- Stored data:

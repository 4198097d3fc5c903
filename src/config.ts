import { DEFAULT_CONFIG, type PairflowConfig } from './model.js';

/**
 * Validates a parsed config object (SPEC §2: every field optional, defaults applied).
 * Returns the full config or a list of problems, each naming the field, the value and
 * what was expected. Pure; the CLI reads the file and wraps problems in an error.
 */
export function validateConfig(raw: unknown): { config: PairflowConfig } | { problems: string[] } {
  const problems: string[] = [];
  if (raw === null || typeof raw !== 'object' || Array.isArray(raw)) {
    return { problems: ['expected a JSON object'] };
  }
  const obj = raw as Record<string, unknown>;
  const out: Record<string, unknown> = { ...DEFAULT_CONFIG };
  const known = new Set(Object.keys(DEFAULT_CONFIG));
  for (const key of Object.keys(obj)) {
    if (!known.has(key)) problems.push(`unknown field '${key}' (known: ${[...known].join(', ')})`);
  }
  const num = (key: keyof PairflowConfig, check: (v: number) => boolean, expected: string): void => {
    if (!(key in obj)) return;
    const v = obj[key];
    if (typeof v !== 'number' || !Number.isFinite(v) || !check(v)) {
      problems.push(`field '${key}': got ${JSON.stringify(v)}, expected ${expected}`);
    } else out[key] = v;
  };
  num('speedKmh', (v) => v > 0, 'a number > 0');
  num('maxTravelMin', (v) => v >= 0, 'a number >= 0');
  num('waitWeight', (v) => v >= 0, 'a number >= 0');
  num('abandonPenalty', () => true, 'a finite number');
  num('demandPatienceMin', (v) => v >= 0, 'a number >= 0');
  num('supplyPatienceMin', (v) => v >= 0, 'a number >= 0');
  num('windowMs', (v) => Number.isInteger(v) && v > 0, 'a whole number of ms > 0');
  num('allowedLatenessMs', (v) => Number.isInteger(v) && v >= 0, 'a whole number of ms >= 0');
  num('idleMs', (v) => Number.isInteger(v) && v > 0, 'a whole number of ms > 0');
  if ('reserve' in obj) {
    const v = obj.reserve;
    if (v !== null && (typeof v !== 'number' || !Number.isFinite(v))) {
      problems.push(`field 'reserve': got ${JSON.stringify(v)}, expected null or a finite number`);
    } else out.reserve = v;
  }
  if ('metric' in obj) {
    const v = obj.metric;
    if (v !== 'haversine' && v !== 'euclidean') {
      problems.push(`field 'metric': got ${JSON.stringify(v)}, expected "haversine" or "euclidean"`);
    } else out.metric = v;
  }
  if ('commit' in obj) {
    const v = obj.commit;
    if (v !== 'all' && v !== 'due') problems.push(`field 'commit': got ${JSON.stringify(v)}, expected "all" or "due"`);
    else out.commit = v;
  }
  return problems.length > 0 ? { problems } : { config: Object.freeze(out) as unknown as PairflowConfig };
}
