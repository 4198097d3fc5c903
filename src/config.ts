import { DEFAULT_CONFIG, type PairflowConfig } from './model.js';

/** The longest window, lateness or idle time accepted: 365 days, in ms. */
export const MAX_DURATION_MS = 365 * 86_400_000;

/** The range of one numeric config field. */
export interface ConfigRange {
  readonly min: number;
  readonly max: number;
  /** The lower bound itself is not allowed (e.g. a speed of 0). @default false */
  readonly openMin?: boolean;
  /** Whole numbers only (milliseconds). @default false */
  readonly integer?: boolean;
}

/**
 * The range of every numeric config field (`reserve` when it is not null). The bounds
 * keep every cost the model computes finite and well inside double precision (SPEC
 * §5): with them a pair cost is at most about 3·10¹⁷ and a run's total stays far
 * from overflow, so the dual certificate can be checked to its relative tolerance.
 * Beyond them a value is a typo, not a policy: a speed of 10,000 km/h is faster
 * than any aircraft, a window or lateness of a year longer than any log.
 */
export const CONFIG_RANGES = {
  speedKmh: { min: 0, max: 10_000, openMin: true },
  maxTravelMin: { min: 0, max: 1e6 },
  waitWeight: { min: 0, max: 1e6 },
  abandonPenalty: { min: 0, max: 1e9 },
  reserve: { min: 0, max: 1e9 },
  demandPatienceMin: { min: 0, max: 1e7 },
  supplyPatienceMin: { min: 0, max: 1e7 },
  windowMs: { min: 0, max: MAX_DURATION_MS, openMin: true, integer: true },
  allowedLatenessMs: { min: 0, max: MAX_DURATION_MS, integer: true },
  idleMs: { min: 0, max: MAX_DURATION_MS, openMin: true, integer: true },
} as const satisfies Partial<Record<keyof PairflowConfig, ConfigRange>>;

/**
 * The farthest two points can be apart, per metric (km): half the circumference of
 * the haversine sphere (π · 6371.0088), and the diagonal of the euclidean square of
 * ±1e6 km that coordinates are held to. A farthest allowed trip
 * (`maxTravelMin · speedKmh / 60`) beyond it allows nothing more and is refused:
 * such reaches made the hindsight's spatial search price no pair at all.
 */
export const MAX_REACH_KM = { haversine: Math.PI * 6371.0088, euclidean: 2 * Math.SQRT2 * 1e6 } as const;

/** A bound as people read it: 1e9 rather than 1000000000, 31536000000 (365 days). */
export function formatBound(v: number): string {
  if (v === MAX_DURATION_MS) return `${v} (365 days)`;
  const exp = Math.log10(v);
  return v >= 1e5 && Number.isInteger(exp) ? `1e${exp}` : String(v);
}

/**
 * A range in interval notation, as README's configuration table and messages give
 * it: `(0, 10000]`, `[0, 1e9]`, `[0, 31536000000 (365 days)]`.
 */
export function intervalOf(r: ConfigRange): string {
  return `${r.openMin ? '(' : '['}${formatBound(r.min)}, ${formatBound(r.max)}]`;
}

/** How a range reads in a message: `a number in (0, 10000]`, `a whole number of ms in [0, …]`. */
export function describeRange(r: ConfigRange): string {
  return `${r.integer ? 'a whole number of ms' : 'a number'} in ${intervalOf(r)}`;
}

function inRange(v: number, r: ConfigRange): boolean {
  if (r.integer && !Number.isInteger(v)) return false;
  return (r.openMin ? v > r.min : v >= r.min) && v <= r.max;
}

/**
 * Validates a parsed config object (SPEC §2: every field optional, defaults applied).
 * Returns the full config or a list of problems, each naming the field, the value and
 * what was expected; numeric fields must lie in {@link CONFIG_RANGES}. Pure; the CLI
 * reads the file and wraps problems in an error.
 */
export function validateConfig(raw: unknown): { config: PairflowConfig } | { problems: string[] } {
  const problems: string[] = [];
  if (raw === null || typeof raw !== 'object' || Array.isArray(raw)) {
    return { problems: ['expected a JSON object'] };
  }
  const obj = raw as Record<string, unknown>;
  const out: Record<string, unknown> = { ...DEFAULT_CONFIG };
  const known = new Set(Object.keys(DEFAULT_CONFIG));
  for (const key of Object.keys(obj)) {
    if (!known.has(key)) problems.push(`unknown field '${key}' (known: ${[...known].join(', ')})`);
  }
  for (const [key, range] of Object.entries(CONFIG_RANGES) as [keyof typeof CONFIG_RANGES, ConfigRange][]) {
    if (!(key in obj)) continue;
    const v = obj[key];
    if (key === 'reserve' && v === null) {
      out[key] = null;
      continue;
    }
    if (typeof v !== 'number' || !Number.isFinite(v) || !inRange(v, range)) {
      problems.push(`field '${key}': got ${JSON.stringify(v)}, expected ${key === 'reserve' ? 'null or ' : ''}${describeRange(range)}`);
    } else out[key] = v;
  }
  if ('metric' in obj) {
    const v = obj.metric;
    if (v !== 'haversine' && v !== 'euclidean') {
      problems.push(`field 'metric': got ${JSON.stringify(v)}, expected "haversine" or "euclidean"`);
    } else out.metric = v;
  }
  if ('commit' in obj) {
    const v = obj.commit;
    if (v !== 'all' && v !== 'due') problems.push(`field 'commit': got ${JSON.stringify(v)}, expected "all" or "due"`);
    else out.commit = v;
  }
  if (problems.length === 0) {
    const metric = out.metric as PairflowConfig['metric'];
    const reach = ((out.maxTravelMin as number) * (out.speedKmh as number)) / 60;
    const limit = MAX_REACH_KM[metric];
    if (reach > limit) {
      const field = 'maxTravelMin' in obj || !('speedKmh' in obj) ? 'maxTravelMin' : 'speedKmh';
      problems.push(
        `field '${field}': the farthest allowed trip, maxTravelMin × speedKmh / 60 = ${Math.round(reach)} km, exceeds ${Math.round(limit)} km, ` +
          `the farthest two points can be apart under ${metric} (so it allows no more pairs); expected maxTravelMin <= ${Math.floor((limit * 60) / (out.speedKmh as number))} at ${out.speedKmh as number} km/h`,
      );
    }
  }
  return problems.length > 0 ? { problems } : { config: Object.freeze(out) as unknown as PairflowConfig };
}

/**
 * Settings that are valid but probably not meant, as sentences for a warning on
 * stderr. Today one: a window longer than both patiences, where a unit that arrives
 * just after a decision and takes its side's default `until` is gone before the
 * next one — it can never be matched.
 * @example configWarnings({ ...DEFAULT_CONFIG, windowMs: 3_600_000 })
 */
export function configWarnings(config: PairflowConfig): string[] {
  const longest = Math.max(config.demandPatienceMin, config.supplyPatienceMin) * 60_000;
  if (config.windowMs <= longest) return [];
  return [
    `the window (${config.windowMs} ms) is longer than every patience (demand ${config.demandPatienceMin} min, supply ${config.supplyPatienceMin} min): ` +
      'a unit without an explicit until that arrives just after a decision is gone before the next one and can never be matched',
  ];
}
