@pytest.mark.parametrize("call, fragment", [
    (lambda: group("su", 3), "did you mean SU?"),
    (lambda: group("Spin", 3), "did you mean Sp?"),
    (lambda: group("SU", Q(5, 2)), "must be an integer"),
    (lambda: group("SO", 4), "not simple"),
    (lambda: group("SU", 1), "smallest is SU(2)"),
    (lambda: group("E", None), "fixed rank"),
    (lambda: group("E", 9), "unknown group 'E9'"),
    (lambda: representation(group("SU", 5), "spinor"), "spinors belong to SO(n)"),
    (lambda: representation(group("SO", 9), "spinor+"), "no chiral spinors"),
    (lambda: representation(group("SU", 5), "vector"), "use fundamental"),
    (lambda: representation(group("SU", 5), "adjiont"), "did you mean adjoint?"),
    (lambda: representation(group("SU", 5), (1, 0)), "give 4 non-negative integer Dynkin labels"),
    (lambda: representation(group("SU", 5), "antisymmetric", 5), "1 <= k <= 4"),
    (lambda: representation(group("E8"), "symmetric", 2), "give Dynkin labels"),
    (lambda: representation(group("E8"), "adjoint", 2), "a power goes with"),
    (lambda: representation(group("SU", 3), (1, True)), "non-negative integer"),
    (lambda: representation(group("SU"), "adjoint"), "symbolic rank"),
    (lambda: symbolic_traces(group("E8"), "adjoint", 2), "fixed rank"),
    (lambda: symbolic_traces(group("SO"), "spinor", 2), "needs a numeric rank"),
    (lambda: symbolic_traces(group("SU"), "symmetric", 2, 100), "from 1 to"),
    (lambda: rep_traces(group("SU", 3), "adjoint", MAX_DEGREE + 1), f"up to F^{MAX_DEGREE}"),
    (lambda: traces(group("E8"), Rep(((0, 1, 0, 0, 0, 0, 0, 0),)), 2), f"limit of {MAX_WEIGHTS} weights"),
    (lambda: traces(group("SU", 9), representation(group("SU", 9), "symmetric", 30), 2), "limit of"),
])
def test_errors_name_the_problem_and_a_way_out(call, fragment):
    with pytest.raises(GroupError) as info:
        call()
    assert fragment in str(info.value)
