def _use_document(table: "NameTable", s: n.UseDecl) -> None:
    """Bring in what a used document declares, at the ``use`` line; the same
    declaration arriving twice (two documents using a third) is one."""
    if s.module is None:
        table.problem(s.line, s.column, f"'{s.path}' was not loaded")
        return
    for d in s.module.exports:
        old = table.names.get(d.name)
        if old is not None and (old.origin, old.line) == (d.origin, d.line):
            continue
        if old is not None:
            table.problem(s.line, s.column, f"'{d.name}' from line {d.line} of {d.origin} clashes "
                                            f"with '{d.name}' bound {old.where()}")
            continue
        table.names[d.name] = Declared(d.name, d.kind, d.line, d.column, d.arity,
                                       d.origin, s.line)


def _not_into_itself(table: "NameTable", s: n.SplitDecl) -> None:
    for part in s.parts:
        if part.name == s.bundle:
            table.problem(part.line, part.column, f"'{s.bundle}' cannot be split into itself")


_OUT = (Bind("outputs", "value"),)
_FOR = Use("clauses", ("symbol",), "symbol to substitute")

#: What each statement reads and binds: callables ``(table, statement)``
#: applied in order; the ``Use`` and ``Bind`` entries also give ``references``
#: and ``bound_names``.  The one table of statement kinds: the engine's
#: handlers must cover exactly its keys.
RULES: dict[type, tuple] = {
    n.SymbolDecl: (Bind("names", "symbol"),
                   Use("relations", expr_kinds=("symbol",))),
    n.ConventionDecl: (Bind("name", "convention"),),
    n.BundleDecl: (Use("rank", ("symbol",), "declared integer symbol for the rank"),
                   Bind("names", "bundle")),
    n.GaugeDecl: (Use("rank_name", ("symbol",), "integer symbol for the rank"),
                  Use("index", ("convention",), "convention for the trace index"),
                  Use("curvature", ("convention",), "convention for the curvature factor"),
                  Bind("names", "gauge")),
    n.Factorize: (Use("target"), *_OUT),
    n.MatterDecl: (Use("tangent", ("bundle",), "tangent bundle"),
                   Use("r_symmetry", ("bundle", "gauge"), "R-symmetry bundle"),
                   Use("fields", ("bundle", "gauge"), "bundle"), Bind("name", "value")),
    n.SplitDecl: (Use("bundle", ("bundle",)), Use("parts", ("bundle",)), _not_into_itself),
    n.SurfaceFiber: (Use("genus"), Bind("name", "fiber"), Bind("tangent", "bundle")),
    n.SphereFiber: (Use("bundle", ("bundle",)), Bind("name", "fiber"), Bind("angular", "class")),
    n.GeneralFiber: (Bind("name", "fiber"), Bind("classes", "class"),
                     Use("relations"), Use("integrals")),
    n.FixedPointFiber: (Bind("name", "fiber"), Bind("parameters", "class"), Use("identified"),
                        Use("points"), Bind("tangent", "bundle"), Bind("lines", "bundle"),
                        Use("line_values"), Use("model", ("fiber",), "general fiber"),
                        Use("line_models", ("class",), "class of the model fiber")),
    n.Let: (Use("expr"), Bind("name", "value")),
    n.Define: (_parameters, Use("body", local="params"), Bind("name", "function", "params")),
    n.UseDecl: (_use_document,),
    n.Substitute: (Use("target"), Use("pairs"), *_OUT),
    n.Reduce: (Use("target"), Use("relations"), *_OUT),
    n.Integrate: (Use("target"), Use("fiber", ("fiber",)), *_OUT),
    n.Coefficients: (Use("target"), Use("monomials"), *_OUT),
    n.Extremize: (Use("target"), Use("variables", ("symbol",), "declared symbol to vary"),
                  Bind("point", "value"), Bind("value", "value")),
    n.Check: (Use("lhs"), Use("rhs"), _FOR),
    n.Show: (Use("exprs"),),
    n.Table: (Use("exprs"), _FOR),
    n.Plot: (Use("exprs"), _FOR, Use("variable", ("symbol",), "symbol to plot over")),
}


def references(statement) -> list[Ident]:
    """Every name a statement reads, in order: the inputs of its result."""
    found = [name for entry in RULES[type(statement)] if isinstance(entry, Use)
             for name, _ in _idents(statement, entry.field, entry.local)]
    return list(dict.fromkeys(found))


def bound_names(statement) -> list[Ident]:
    """Every name a statement binds (so a failed one can mark them missing)."""
    return [name for entry in RULES[type(statement)] if isinstance(entry, Bind)
            for name, _ in _idents(statement, entry.field)]


def resolve(path: str, statements, front_conventions, prose_refs) -> dict[str, Declared]:
    """Check names and order over the whole document; return the final table.

    ``front_conventions`` are (name, line, column) triples from the front
    matter; ``prose_refs`` are (name, line, column) for every ``@{NAME}``.
    Raises one ``DocumentError`` listing every problem.
    """
    table = NameTable(path)
    for name in BUILTIN_CONVENTIONS:
        table.names[name] = Declared(name, "convention", 0, 0)
    for name, line, column in front_conventions:
        table.names[name] = Declared(name, "convention", line, column)
    table.restatable = set(table.names)
    for s in statements:
        for rule in RULES[type(s)]:
            rule(table, s)
    for name, line, column in prose_refs:
        found = table.names.get(name)
        if found is None:
            table.problem(line, column, f"@{{{name}}}: unknown name '{name}'{table.suggest(name)}")
        elif found.kind in ("bundle", "fiber", "gauge"):
            table.problem(line, column, f"@{{{name}}}: '{name}' is a {found.kind}, which has no value to show")
    if table.problems:
        raise DocumentError.of(sorted(table.problems, key=lambda p: (p.location.line, p.location.column)))
    return table.names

- Work required: Look through the data above for the word "entries". Report each line where it occurs.

- Answer to the exercise:
  for (const [key, range] of Object.entries(CONFIG_RANGES) as [keyof typeof CONFIG_RANGES, ConfigRange][]) {
#: applied in order; the ``Use`` and ``Bind`` entries also give ``references``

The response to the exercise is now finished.